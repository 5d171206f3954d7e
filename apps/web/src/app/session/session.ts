import { HttpClient, HttpContext } from '@angular/common/http';
import { Injectable, computed, inject, signal } from '@angular/core';
import type {
  ChangePasswordRequest,
  PasswordResetConfirmRequest,
  RegisterRequest,
  RegistrationAnswer,
  SessionInfo,
  SignInRequest,
} from '@gapwise/contracts';
import { Observable, catchError, finalize, map, of, shareReplay, tap } from 'rxjs';
import { NO_SIGN_IN_REDIRECT, QUIET_ERRORS } from './api-errors';

/** The signed-in user, memberships and CSRF token, as signals. */
@Injectable({ providedIn: 'root' })
export class Session {
  private readonly http = inject(HttpClient);
  private readonly info = signal<SessionInfo | null>(null);
  private loaded = false;
  private loading$: Observable<SessionInfo | null> | null = null;
  private refreshing$: Observable<boolean> | null = null;

  readonly current = this.info.asReadonly();
  readonly user = computed(() => this.info()?.user ?? null);
  readonly memberships = computed(() => this.info()?.memberships ?? []);
  readonly csrfToken = computed(() => this.info()?.csrfToken ?? null);

  /** Loads `GET /api/auth/me` once; null when signed out. */
  ensureLoaded(): Observable<SessionInfo | null> {
    if (this.loaded) return of(this.info());
    this.loading$ ??= this.http
      .get<SessionInfo>('/api/auth/me', {
        context: new HttpContext().set(QUIET_ERRORS, true).set(NO_SIGN_IN_REDIRECT, true),
      })
      .pipe(
        catchError(() => of(null)),
        tap((info) => {
          this.info.set(info);
          this.loaded = true;
        }),
        finalize(() => (this.loading$ = null)),
        shareReplay(1),
      );
    return this.loading$;
  }

  /** Re-reads memberships (after creating a workspace or accepting an invitation). */
  reload(): Observable<SessionInfo | null> {
    this.loaded = false;
    return this.ensureLoaded();
  }

  signIn(body: SignInRequest): Observable<SessionInfo> {
    return this.http
      .post<SessionInfo>('/api/auth/sign-in', body, { context: quiet() })
      .pipe(tap((info) => this.accept(info)));
  }

  /** Asks for an account; nothing is signed in until the e-mailed link is confirmed. */
  register(body: RegisterRequest): Observable<RegistrationAnswer> {
    return this.http.post<RegistrationAnswer>('/api/auth/register', body, { context: quiet() });
  }

  /** Uses the token of the e-mailed link: creates the account and signs in. */
  confirm(token: string): Observable<SessionInfo> {
    return this.http
      .post<SessionInfo>('/api/auth/confirm', { token }, { context: quiet() })
      .pipe(tap((info) => this.accept(info)));
  }

  signOut(): Observable<void> {
    return this.http.post<void>('/api/auth/sign-out', {}, { context: quiet() }).pipe(
      catchError(() => of(undefined)),
      map(() => undefined),
      tap(() => this.clear()),
    );
  }

  /** Ends every session of the account on the server, this one included. */
  signOutEverywhere(): Observable<void> {
    return this.http
      .post<{ endedSessions: number }>('/api/auth/sign-out-everywhere', {}, { context: quiet() })
      .pipe(
        map(() => undefined),
        tap(() => this.clear()),
      );
  }

  /** Changes the display name; the answer is the refreshed session. */
  updateDisplayName(displayName: string): Observable<SessionInfo> {
    return this.http
      .patch<SessionInfo>('/api/auth/me', { displayName }, { context: quiet() })
      .pipe(tap((info) => this.accept(info)));
  }

  /** Needs the current password; every other session of the account ends. */
  changePassword(body: ChangePasswordRequest): Observable<{ endedSessions: number }> {
    return this.http.post<{ endedSessions: number }>('/api/auth/password', body, {
      context: quiet(),
    });
  }

  /** E-mails a reset link if the address has an account (the answer is the same either way). */
  requestPasswordReset(email: string): Observable<RegistrationAnswer> {
    return this.http.post<RegistrationAnswer>(
      '/api/auth/password-reset',
      { email },
      { context: quiet() },
    );
  }

  /** Uses the e-mailed reset token: sets the password, ends every session, signs in afresh. */
  confirmPasswordReset(body: PasswordResetConfirmRequest): Observable<SessionInfo> {
    return this.http
      .post<SessionInfo>('/api/auth/password-reset/confirm', body, { context: quiet() })
      .pipe(tap((info) => this.accept(info)));
  }

  /** Deletes the account (password again); see the account page for the workspace rule. */
  deleteAccount(
    password: string,
  ): Observable<{ deletedWorkspaces: string[]; deletedWorkspaceNames: string[] }> {
    return this.http
      .delete<{ deletedWorkspaces: string[]; deletedWorkspaceNames: string[] }>(
        '/api/auth/account',
        {
          body: { password },
          context: quiet(),
        },
      )
      .pipe(tap(() => this.clear()));
  }

  /** Trades the refresh cookie for a new session once, however many requests ask at the same time. */
  refreshOnce(): Observable<boolean> {
    this.refreshing$ ??= this.http
      .post<Partial<SessionInfo> | null>('/api/auth/refresh', {}, { context: quiet() })
      .pipe(
        map((body) => {
          if (body && body.user && body.csrfToken) this.accept(body as SessionInfo);
          else if (body?.csrfToken && this.info()) {
            this.info.update((i) => (i ? { ...i, csrfToken: body.csrfToken as string } : i));
          }
          return true;
        }),
        catchError(() => of(false)),
        finalize(() => (this.refreshing$ = null)),
        shareReplay(1),
      );
    return this.refreshing$;
  }

  clear(): void {
    this.info.set(null);
    this.loaded = true;
  }

  private accept(info: SessionInfo): void {
    this.info.set(info);
    this.loaded = true;
  }
}

function quiet(): HttpContext {
  return new HttpContext().set(QUIET_ERRORS, true).set(NO_SIGN_IN_REDIRECT, true);
}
__________
* TASK REQUIREMENTS:
What is the number of lines in the listing that contain the string "endedSessions"? Give it alone.

* ANSWER BOX:
3